Bizim neslin çocukluk yıllarında Afyon Lisesinin hemen alt köşesinde bir bina vardı. O bina halen ayaktadır. Ondan sonraki kısımlar tamamen boştu. 1960’lı yıllarda yapılan Marulcu Camii adını çevresindeki marul bahçelerinden alırdı. Yüksekçe binalar fazlaca olmadığından parktaki heykelin oradan bakılınca TMO’nun silosu, şimdiki diş hastanesinin bulunduğu Devlet Hastanesi, Çimento Fabrikası, Langarlar (Askeri Fabrika) binaları uzakta görülebilirdi.
Şehir, Afyon Kalesi, Hıdırlık etekleri, Mısri Cami civarlarında yerleşmiş bir durumdaydı. Ataköy semti yoktu orada Deper Köyü vardı. Nazmi Saatçi, Harb-İş, Mareşal Fevzi Çakmak, Ali İhsan Paşa, Karşıyaka, Sahipata, Yenice, Uydukentteki semtler bile yoktu. Eşrefpaşa, Gümüşkent gibi semtler dahi olmadığından şehir içi minibüs hatları da yoktu. Sanayi dediğimiz şimdiki Park Afyon’un arkasındaki binalar da yeni yapılıyordu. Afyon’un merkez nüfusu 38.000, Uşak’ın nüfusu da 25.000 idi. Şehrimizin ticaret merkezi Uzun Çarşı, Saraçlar Çarşısı ve de Yonca Altı Camiinin etrafındaki buğday pazarı civarıydı. Bedesten de sayılabilir.
İnsanlarımız, Şafak Sineması, Atlas Sineması, Orduevi Sineması, İnci Sineması (ki bu sinemanın yeri ayakta olup, Halk Eğitim Merkezi, RAM olarak hizmet vermiştir.) daha sonra Emek Sinemasında vakit öldürürlerdi. Neden vakit öldürürlerdi derken Milli Kültürden habersiz Türk ve Yabancı filmler cazipçe gösterilirdi.

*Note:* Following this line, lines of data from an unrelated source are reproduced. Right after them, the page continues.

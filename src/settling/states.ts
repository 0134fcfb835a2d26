/** What a run was in turn: at rest from–to, disturbed, at rest again. */
import { lastBurst } from './burst.ts';
import { LIMITS } from './limits.ts';
import { decide, noiseOf, partOf, type Decision, type State, type Track } from './rule.ts';

/** Stretch of samples; neighbours share a sample. */
export interface Stretch<Name extends string = State> {
  readonly from: number;
  readonly to: number;
  readonly state: Name | 'transient' | 'disturbed';
}

/** Prefixes that are looked at for a part at rest before a later disturbance. */
const PREFIXES = 24;

/**
 * The states of a series in turn.
 * @param verdict - name of its state at the end
 */
export function stretchesOf<Name extends string>(
  track: Track,
  decision: Decision,
  verdict: Name,
): Stretch<Name | State>[] {
  const n = track.time.length;
  const { settledFrom } = decision;
  const before = restsBefore(track, settledFrom ?? n, settledFrom === null);
  const stretches: Stretch<Name | State>[] = [];
  let at = 0;
  const fill = (to: number, state: Stretch<Name | State>['state']) => {
    if (to > at) stretches.push({ from: at, to, state });
    at = to;
  };
  for (const { from, to, state } of before) {
    fill(from, stretches.length === 0 ? 'transient' : 'disturbed');
    fill(to, state);
  }
  if (settledFrom !== null) fill(settledFrom, before.length === 0 ? 'transient' : 'disturbed');
  fill(n - 1, verdict);
  return stretches;
}

/** Parts at rest among the first `end` samples; the whole of them is not one if it is known to be restless. */
function restsBefore(track: Track, end: number, restless: boolean): Stretch[] {
  const rests: Stretch[] = [];
  let begin = 0;
  for (;;) {
    const next = longestRest(track, begin, end, restless && begin === 0);
    if (next === null) return rests;
    rests.push(next);
    begin = next.to + 1;
  }
}

/** The longest prefix that is at rest at its end, with what was at rest in it before left for the caller. */
function longestRest(track: Track, begin: number, end: number, restless: boolean): Stretch | null {
  const size = end - begin;
  if (size < LIMITS.snapshots) return null;
  for (let k = restless ? PREFIXES - 1 : PREFIXES; k >= 4; k--) {
    const length = Math.floor((size * k) / PREFIXES);
    if (length < LIMITS.snapshots) return null;
    const part = partOf(track, begin, begin + length);
    const { state, settledFrom } = decide(part);
    if (settledFrom === null || (state !== 'settled' && state !== 'relaxing')) continue;
    // What was at rest before the last disturbance in this part comes first.
    const earlier = settledFrom > 0 ? longestRest(track, begin, begin + settledFrom, false) : null;
    if (earlier !== null) return earlier;
    const rest = partOf(part, settledFrom, length);
    // A prefix may reach into what disturbs it next.
    const burst = lastBurst(rest.time, rest.ratio, noiseOf(track));
    const to = burst !== null && burst.from > 1 ? settledFrom + burst.from - 1 : length - 1;
    return { from: begin + settledFrom, to: begin + to, state };
  }
  return null;
}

Kaybolan sinemalar arasında bu sinemaların yıkıldığı, yok olduğu yapıları da saymak gerekir. Şehir planlamaları 50 – 100 yıl sonrasını kapsayacak şekilde yapılmalıdır. Ancak insanımız ve geleceğimizin planlamaları yapılırken daha da dikkatli olmamız gerektiği unutulmamalıdır. Milli kültürü önemsemiş nesiller, medeniyet kurarlar. Kaybolan yapılar Paşa Cami gibi yeniden yapılabilir ama yıkılan kültürümüzün yeniden inşaatı daha zordur.